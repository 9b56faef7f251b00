package fieldwright.field;

import java.util.ArrayList;
import java.util.List;

/**
 * Modes of the grounded unit disc, J_m(x_mn ρ) cos m φ, with zeros x_mn of J_m up to {@value #HIGHEST}: what a charge in a grounded
 * cylinder shows at axial distances over {@value #BEYOND} radii, where the rest is under 1e-16 of the first
 * (Jackson, Classical Electrodynamics, 3rd ed., 3.8 and 3.11).
 */
final class DiscModes {
    static final double BEYOND = 1.5;
    private static final double HIGHEST = 27.5;
    /** Order, zero and 2/J_{m+1}(zero)² of each mode, times 2 for m > 0, ascending in the order. */
    static final int[] ORDER;
    static final double[] ZERO;
    static final double[] FACTOR;

    static {
        List<double[]> modes = new ArrayList<>();
        for (int m = 0; m < HIGHEST; m++) {
            double step = 0.2;
            for (double x = Math.max(1, m); x < HIGHEST; x += step) {
                if (j(m, x) * j(m, x + step) < 0) {
                    double zero = zero(m, x, x + step);
                    double next = j(m + 1, zero);
                    modes.add(new double[] {m, zero, (m == 0 ? 2 : 4) / (next * next)});
                }
            }
        }
        ORDER = modes.stream().mapToInt(f -> (int) f[0]).toArray();
        ZERO = modes.stream().mapToDouble(f -> f[1]).toArray();
        FACTOR = modes.stream().mapToDouble(f -> f[2]).toArray();
    }

    private DiscModes() {
    }

    private static double zero(int m, double from, double to) {
        double low = from;
        double high = to;
        double sign = j(m, low);
        for (int i = 0; i < 60; i++) {
            double middle = (low + high) / 2;
            if (j(m, middle) * sign > 0) {
                low = middle;
            } else {
                high = middle;
            }
        }
        double x = (low + high) / 2;
        return x - j(m, x) / (m / x * j(m, x) - j(m + 1, x));
    }

    /** J_m(x), 0 <= x < 30: Miller's downward recurrence, normalised by 1 = J_0 + 2 (J_2 + J_4 + …), DLMF 10.12.4. */
    static double j(int m, double x) {
        if (x < 1e-8) {
            return m == 0 ? 1 : m == 1 ? x / 2 : 0;
        }
        int start = 2 * ((int) (Math.max(m, x) + 18 + 2 * Math.sqrt(x)) / 2 + 1);
        double after = 0;
        double here = 1e-290;
        double norm = 0;
        double wanted = m == start ? here : 0;
        for (int k = start; k > 0; k--) {
            double before = 2 * k / x * here - after;
            after = here;
            here = before;
            if (Math.abs(here) > 1e200) {
                here *= 1e-200;
                after *= 1e-200;
                norm *= 1e-200;
                wanted *= 1e-200;
            }
            if (k - 1 == m) {
                wanted = here;
            }
            if ((k - 1) % 2 == 0) {
                norm += (k == 1 ? 1 : 2) * here;
            }
        }
        return wanted / norm;
    }
}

________________________

YOUR ASSIGNMENT: Reprint the whole listing above exactly.

WRITTEN RESPONSE:
repository 9b56faef7f251b00
package fieldwright.field;

import java.util.ArrayList;
import java.util.List;

/**
 * Modes of the grounded unit disc, J_m(x_mn ρ) cos m φ, with zeros x_mn of J_m up to {@value #HIGHEST}: what a charge in a grounded
 * cylinder shows at axial distances over {@value #BEYOND} radii, where the rest is under 1e-16 of the first
 * (Jackson, Classical Electrodynamics, 3rd ed., 3.8 and 3.11).
 */
final class DiscModes {
    static final double BEYOND = 1.5;
    private static final double HIGHEST = 27.5;
    /** Order, zero and 2/J_{m+1}(zero)² of each mode, times 2 for m > 0, ascending in the order. */
    static final int[] ORDER;
    static final double[] ZERO;
    static final double[] FACTOR;

    static {
        List<double[]> modes = new ArrayList<>();
        for (int m = 0; m < HIGHEST; m++) {
            double step = 0.2;
            for (double x = Math.max(1, m); x < HIGHEST; x += step) {
                if (j(m, x) * j(m, x + step) < 0) {
                    double zero = zero(m, x, x + step);
                    double next = j(m + 1, zero);
                    modes.add(new double[] {m, zero, (m == 0 ? 2 : 4) / (next * next)});
                }
            }
        }
        ORDER = modes.stream().mapToInt(f -> (int) f[0]).toArray();
        ZERO = modes.stream().mapToDouble(f -> f[1]).toArray();
        FACTOR = modes.stream().mapToDouble(f -> f[2]).toArray();
    }

    private DiscModes() {
    }

    private static double zero(int m, double from, double to) {
        double low = from;
        double high = to;
        double sign = j(m, low);
        for (int i = 0; i < 60; i++) {
            double middle = (low + high) / 2;
            if (j(m, middle) * sign > 0) {
                low = middle;
            } else {
                high = middle;
            }
        }
        double x = (low + high) / 2;
        return x - j(m, x) / (m / x * j(m, x) - j(m + 1, x));
    }

    /** J_m(x), 0 <= x < 30: Miller's downward recurrence, normalised by 1 = J_0 + 2 (J_2 + J_4 + …), DLMF 10.12.4. */
    static double j(int m, double x) {
        if (x < 1e-8) {
            return m == 0 ? 1 : m == 1 ? x / 2 : 0;
        }
        int start = 2 * ((int) (Math.max(m, x) + 18 + 2 * Math.sqrt(x)) / 2 + 1);
        double after = 0;
        double here = 1e-290;
        double norm = 0;
        double wanted = m == start ? here : 0;
        for (int k = start; k > 0; k--) {
            double before = 2 * k / x * here - after;
            after = here;
            here = before;
            if (Math.abs(here) > 1e200) {
                here *= 1e-200;
                after *= 1e-200;
                norm *= 1e-200;
                wanted *= 1e-200;
            }
            if (k - 1 == m) {
                wanted = here;
            }
            if ((k - 1) % 2 == 0) {
                norm += (k == 1 ? 1 : 2) * here;
            }
        }
        return wanted / norm;
    }
}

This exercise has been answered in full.